Federal Officials Seek to Regulate Children’s Playgroup


If some bureaucrats in D.C. had their way, you would be required to get a license from the federal government to allow your child to take part in a regular playgroup with other parents. Federal officials are deciding the fate of one such group that has held regular meetings at a local church since the 1970s.

The Capitol Hill Cooperative Play School has operated as a voluntary cooperative since the 1970s. Each week, participating 2-year-olds gather in a room at the Lutheran Church of the Reformation for three hours, one to three days each week. The playgroup has no staff. Parents rotate watching the kids. Toddlers make new friends. Parents get flexible child care and build friendships through the partnership. The church gets new people in the door.

This type of voluntary program is a win-win for families and the community. Each year, the cooperative is handed down to a new group of parents who wish to take responsibility for it and give their toddlers the chance to play together.

The D.C. government has left the Capitol Hill Cooperative Play School alone — until two months ago.

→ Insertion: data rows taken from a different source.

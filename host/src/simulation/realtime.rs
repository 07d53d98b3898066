//! The simulated bench in real time: pseudo-terminal, picture files, truth.

use std::{
    collections::VecDeque,
    fs, io,
    path::{Path, PathBuf},
    sync::mpsc::{self, Receiver, Sender},
    time::Duration,
};

use thiserror::Error;

use super::{
    camera::Shot,
    picture::{PictureFault, Tags, write_picture},
    port::{Port, PortError},
    render::{Optics, render},
    truth::Truth,
    world::{Setup, World},
};
use crate::clock::Clock;

/// Why the simulated bench stopped.
#[derive(Debug, Error)]
pub enum SimulationError {
    /// No pseudo-terminal.
    #[error(transparent)]
    Port(#[from] PortError),
    /// A frame could not be written.
    #[error(transparent)]
    Picture(#[from] PictureFault),
    /// Folder or truth table could not be written.
    #[error("{path} could not be written ({why}): check the path and the disk")]
    File {
        /// The file.
        path: String,
        /// What the system said.
        why: String,
    },
}

/// A simulated bench with everything around it.
#[derive(Clone, Debug)]
pub struct Bench {
    /// The world.
    pub setup: Setup,
    /// The view of the tube.
    pub optics: Optics,
    /// Where the pseudo-terminal is linked.
    pub link: PathBuf,
    /// Where frames go.
    pub frames: PathBuf,
    /// Where the truth goes.
    pub truth: PathBuf,
}

/// The world is never further behind the clock than this much work at a time, nanoseconds: bytes are passed on between.
const SLICE_NS: i64 = 5_000_000;

/// Runs a bench until `stop` answers `true`. Calls `ready` once the port is there.
///
/// # Errors
/// [`SimulationError`].
pub fn run(
    bench: &Bench,
    clock: &dyn Clock,
    ready: impl FnOnce(),
    stop: impl Fn() -> bool,
) -> Result<(), SimulationError> {
    let file = |path: &Path, error: io::Error| SimulationError::File {
        path: path.display().to_string(),
        why: error.to_string(),
    };
    fs::create_dir_all(&bench.frames).map_err(|error| file(&bench.frames, error))?;
    let mut truth = Truth::create(&bench.truth).map_err(|error| file(&bench.truth, error))?;
    let port = Port::open(&bench.link)?;
    ready();
    let zero_mono_ns = clock.mono_ns();
    let zero_utc_ns = clock.utc_ns();
    let (shots, waiting) = mpsc::channel();
    // Drawing takes tens of milliseconds: on a thread of its own it holds up neither the controller nor its clock.
    std::thread::scope(|scope| {
        let painter = scope.spawn(move || paint(bench, zero_utc_ns, &waiting));
        let outcome = turn(bench, clock, &port, zero_mono_ns, &shots, &stop, |shot| {
            truth.add(shot, zero_utc_ns).map_err(|error| file(&bench.truth, error))
        });
        drop(shots);
        let painted = painter.join().unwrap_or(Ok(()));
        outcome.and(painted)
    })
}

fn turn(
    bench: &Bench,
    clock: &dyn Clock,
    port: &Port,
    zero_mono_ns: i64,
    shots: &Sender<Shot>,
    stop: &impl Fn() -> bool,
    mut tell: impl FnMut(&Shot) -> Result<(), SimulationError>,
) -> Result<(), SimulationError> {
    let lost = |error: io::Error| PortError::System { path: bench.link.display().to_string(), why: error.to_string() };
    let mut world = World::new(&bench.setup);
    let mut arrived: VecDeque<(i64, Vec<u8>)> = VecDeque::new();
    let mut buffer = [0; 1_024];
    while !stop() {
        let count = port.read(&mut buffer).map_err(lost)?;
        let now_ns = clock.mono_ns() - zero_mono_ns;
        if count > 0 {
            arrived.push_back((now_ns, buffer[..count].to_vec()));
        }
        // The world may lag behind the clock: bytes must not reach the controller before the time they really came, or
        // its answers would claim that questions were received before they were asked.
        let slice_ns = now_ns.min(world.now_ns() + SLICE_NS);
        let until_ns = arrived.front().map_or(slice_ns, |(at, _)| slice_ns.min(*at));
        world.advance_to(until_ns);
        while arrived.front().is_some_and(|(at, _)| world.is_at(*at)) {
            if let Some((_, bytes)) = arrived.pop_front() {
                world.receive(&bytes);
            }
        }
        let sent = port.write(world.outgoing()).map_err(lost)?;
        world.sent(sent);
        while let Some(shot) = world.take_shot() {
            tell(&shot)?;
            // A painter that has stopped tells its own error at the end.
            if shots.send(shot).is_err() {
                return Ok(());
            }
        }
        if world.now_ns() + SLICE_NS > now_ns && count == 0 {
            clock.sleep(Duration::from_micros(500));
        }
    }
    Ok(())
}

fn paint(bench: &Bench, zero_utc_ns: i64, shots: &Receiver<Shot>) -> Result<(), SimulationError> {
    for shot in shots {
        let grey = render(&bench.optics, &shot, bench.setup.seed);
        let tags =
            Tags { start_utc_ns: zero_utc_ns + shot.stated_start_ns, exposure_seconds: shot.stated_exposure_seconds };
        write_picture(&bench.frames, &shot.name, (bench.optics.width, bench.optics.height), &grey, &tags)?;
    }
    Ok(())
}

On Sept. 7, the Office of the State Superintendent of Education investigators inspected a playgroup of toddlers to assess whether the cooperative was an illegal daycare. The investigators issued Capitol Hill Cooperative Play School parents a “statement of deficiencies,” alleging that the Capitol Hill Cooperative Play School was violating the regulations that apply to a “child development facility.”

District rules for a “child development facility” include a requirement to obtain a license to operate, which would likely mean the end of the voluntary cooperative. But the D.C. Code already includes an exemption for “informal parent-supervised neighborhood play groups.”

The Capitol Hill Cooperative Play School parents have developed some simple rules over the years. Supervising parents should not be distracted by their work or phones during the playgroup. Parents are required to submit emergency contact information and medical treatment forms for each child. Families must report to the group when their toddler has a contagious illness. The group has a plan for what to do in the event of an emergency.

These seem like wise precautions to take in the best interest of the children. But to the D.C. government, these rules are evidence that the parents are running an illegal child-care facility. Ironically, if the Office of the State Superintendent of Education has its way and is allowed to regulate this playgroup out of existence, it would be creating a disincentive for parents to self-regulate, as a playgroup with no safety rules would presumably be on stronger legal standing.

Once again we have a story of government run amuck. This type of regulatory encroachment could be the first step toward broader government overreach. Of course, any communist government wants and needs to gain control of the basic unit of society – the family.